Ознакомительная версия.
Я сидел с застывшим лицом — еще не хватает, чтобы Яэль что-то поняла и это пошло дальше. Полковник русской внешней разведки только что сказал, что помощи не будет. Чем дольше они продержатся, тем лучше, но всех заранее списали. Все три блока поселений с двумя с лишним тысячами человек. Пока здесь будет стрельба, где-то совсем в другом месте собирают ударный кулак. Синие стрелочки уже нарисованы на картах, и врагу мало не покажется. Как и здешним поселенцем, когда-то специально посаженным у границы, чтобы мешать просачиваться в Иудею нелегалам, бандитам и контрабандистам. Они старательно совмещали помощь пограничникам с работой на земле и получили в благодарность большой сюрприз. И никому сказать нельзя.

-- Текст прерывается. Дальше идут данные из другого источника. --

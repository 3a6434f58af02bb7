/** Rows are told apart as papaparse, a reader of CSV written elsewhere, tells them apart. */
import fc from 'fast-check';
import papaparse from 'papaparse';
import { expect, test } from 'vitest';
import { rowParser, rowTexts } from '../../src/data/split-rows.ts';

const delimiters = fc.constantFrom(',', ';', '\t', '|');
const text = fc
  .array(
    fc.constantFrom(
      'a',
      '12.5',
      '"',
      '""',
      '"x"',
      '"p""q"',
      ',',
      ';',
      '\t',
      '|',
      '\n',
      ' ',
      'é',
      '\u{1f33f}',
      '-3',
    ),
    {
      maxLength: 25,
    },
  )
  // Blanks between a closing quote and the end of the text: papaparse takes them at the end of a line only.
  .map((all) => all.join('').trimEnd());

function parsed(content: string, delimiter: string, newline: '\n' | '\r') {
  const { rows, fault } = rowParser({ delimiter, newline })(content, false, 1);
  return { cells: Array.from({ length: rows.count }, (_, row) => rowTexts(rows, row)), fault };
}

test.each(['\n', '\r'] as const)('any text with lines that end in %j', (newline) => {
  let [whole, broken] = [0, 0];
  fc.assert(
    fc.property(text, delimiters, (written, delimiter) => {
      const content = written.replaceAll('\n', newline);
      const { data, errors } = papaparse.parse<string[]>(content, { delimiter, newline });
      const { cells, fault } = parsed(content, delimiter, newline);
      const quotes = errors.filter(({ type }) => type === 'Quotes');
      const rows = quotes.length === 0 ? data : data.slice(0, quotes[0]!.row!);
      expect(cells).toEqual(rows.filter((row) => row.length > 1 || row[0]!.trim() !== ''));
      expect(fault === null).toBe(quotes.length === 0);
      if (fault !== null) expect(fault.unclosed).toBe(quotes[0]!.code === 'MissingQuotes');
      if (fault === null) whole++;
      else broken++;
    }),
    { numRuns: 3_000 },
  );
  expect(Math.min(whole, broken)).toBeGreaterThan(200);
});

test('a carriage return before a line feed ends the row; within quotes it is kept', () => {
  const { cells } = parsed('a,b\r\n1,"x\r"\r\n"2", y\r\n3,z\r', ',', '\n');
  expect(cells).toEqual([
    ['a', 'b'],
    ['1', 'x\r'],
    ['2', ' y'],
    ['3', 'z'],
  ]);
});

test('blanks after a closing quote, at the end of the text too', () => {
  expect(parsed('a,"b" \n1,"2" ', ',', '\n').cells).toEqual([
    ['a', 'b'],
    ['1', '2'],
  ]);
});

test('a text is parsed by itself, whatever was parsed before', () => {
  const parse = rowParser({ delimiter: ',', newline: '\n' });
  parse(`${'"",x\n'.repeat(3_000)}`, false, 1);
  const { rows, line } = parse('p,"q"', false, 7);
  expect(rowTexts(rows, 0)).toEqual(['p', 'q']);
  expect([rows.count, rows.lines[0], line]).toEqual([1, 7, 8]);
  expect(parse('p,"q"', true, 1).rows.count).toBe(0);
  expect(parse('', false, 1).rows.count).toBe(0);
});
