import { percent, range, rangeWithUnit, rounded, roundingOfInterval, THIN, withUnit } from '../numbers.ts';
import type { RecordTerm } from '../record-type.ts';
import { type Lexicon, labelOf, listed } from './lexicon.ts';
import { scaleKind } from './scale.ts';

type OwnScale = NonNullable<RecordTerm['own_scale']>;
type Effect = OwnScale['effects'][number];

/** More effects of a term than this are told by the first and the last. */
const EFFECTS_IN_WORDS = 3;

/**
 * What a term says of the response on its own scale where the sentences about its coefficient do not: an elasticity, per cent
 * where the response is itself a logarithm in the data, a difference on the scale of the data. From the record as it stands.
 */
export function ownScaleSentences(lexicon: Lexicon, term: RecordTerm): string[] {
  const own = term.own_scale;
  const [first] = own?.effects ?? [];
  if (own === null || own === undefined || first === undefined) return [];
  switch (own.kind) {
    case 'elasticity':
      return [
        `In per cent of both: 1${THIN}% more ${labelOf(lexicon, first.of)} goes with ${inPerCent(lexicon, first)}.`,
      ];
    case 'percent':
      // On the log scale the sentence about the coefficient is in per cent already.
      return scaleKind(lexicon.response.scale) === 'log'
        ? []
        : [
            `In per cent of what its logarithm is taken of: ${several(own.effects, (e) => `${inPerCent(lexicon, e)} for ${e.of}`)}.`,
          ];
    case 'per_doubling':
      return [];
    case 'difference':
      return [
        `On the scale of the data: ${several(own.effects, (e) => `${inUnits(lexicon, e)} for ${e.of}`)}, the other variables at their averages.`,
      ];
  }
}

function several(effects: readonly Effect[], say: (effect: Effect) => string): string {
  const shown = effects.length <= EFFECTS_IN_WORDS ? effects : [effects[0]!, effects.at(-1)!];
  const more = effects.length - shown.length;
  return `${listed(shown.map(say), more > 0 ? 'to' : 'and')}`;
}

function inPerCent(lexicon: Lexicon, { estimate, lower, upper }: Effect): string {
  const rounding = roundingOfInterval(estimate, lower, upper);
  const interval =
    lower === null || upper === null
      ? ''
      : ` (${percent(lexicon.confidence)} interval ${range(lower, upper, rounding)}${THIN}%)`;
  return `${signed(rounded(Math.abs(estimate), rounding), estimate)}${interval}`;
}

function signed(size: string, estimate: number): string {
  return `${size}${THIN}% ${estimate < 0 ? 'less' : 'more'}`;
}

function inUnits(lexicon: Lexicon, { estimate, lower, upper }: Effect): string {
  const { unit, label } = lexicon.response;
  const rounding = roundingOfInterval(estimate, lower, upper);
  const size = withUnit(rounded(Math.abs(estimate), rounding), unit);
  const interval =
    lower === null || upper === null
      ? ''
      : ` (${percent(lexicon.confidence)} interval ${rangeWithUnit(lower, upper, rounding, unit)})`;
  return `${size} ${estimate < 0 ? 'less' : 'more'} ${label}${interval}`;
}

/** The difference per doubling that the record gives where the variable alone is a logarithm; null elsewhere. */
export function perDoubling(term: RecordTerm): Effect | null {
  return term.own_scale?.kind === 'per_doubling' ? (term.own_scale.effects[0] ?? null) : null;
}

Уезжай, говорит он мне, пока еще можно. Дурацкие сомнения, откуда он может знать, меня даже не посещали.
Внешняя разведка всегда очень тесно сотрудничала с еврейской Службой безопасности. Да на самом деле русские ее и создавали, щедро делясь опытом и консультируя. Если уж Радогор самолично прибыл, скоро начнется что-то очень неприятное для окружающих стран. Даже нашей дружбе есть определенные пределы, и он никогда не рассказывает подробностей своих действий, но стабильно — где появляется его рожа, все горит и взрывается. И, что совсем неудивительно, мы с ним регулярно пересекаемся. Только я пишу о происходящем, а он все больше занимается обучением диверсантов.
— Я остаюсь, — говорю и щелкаю тумблером, выключая рацию.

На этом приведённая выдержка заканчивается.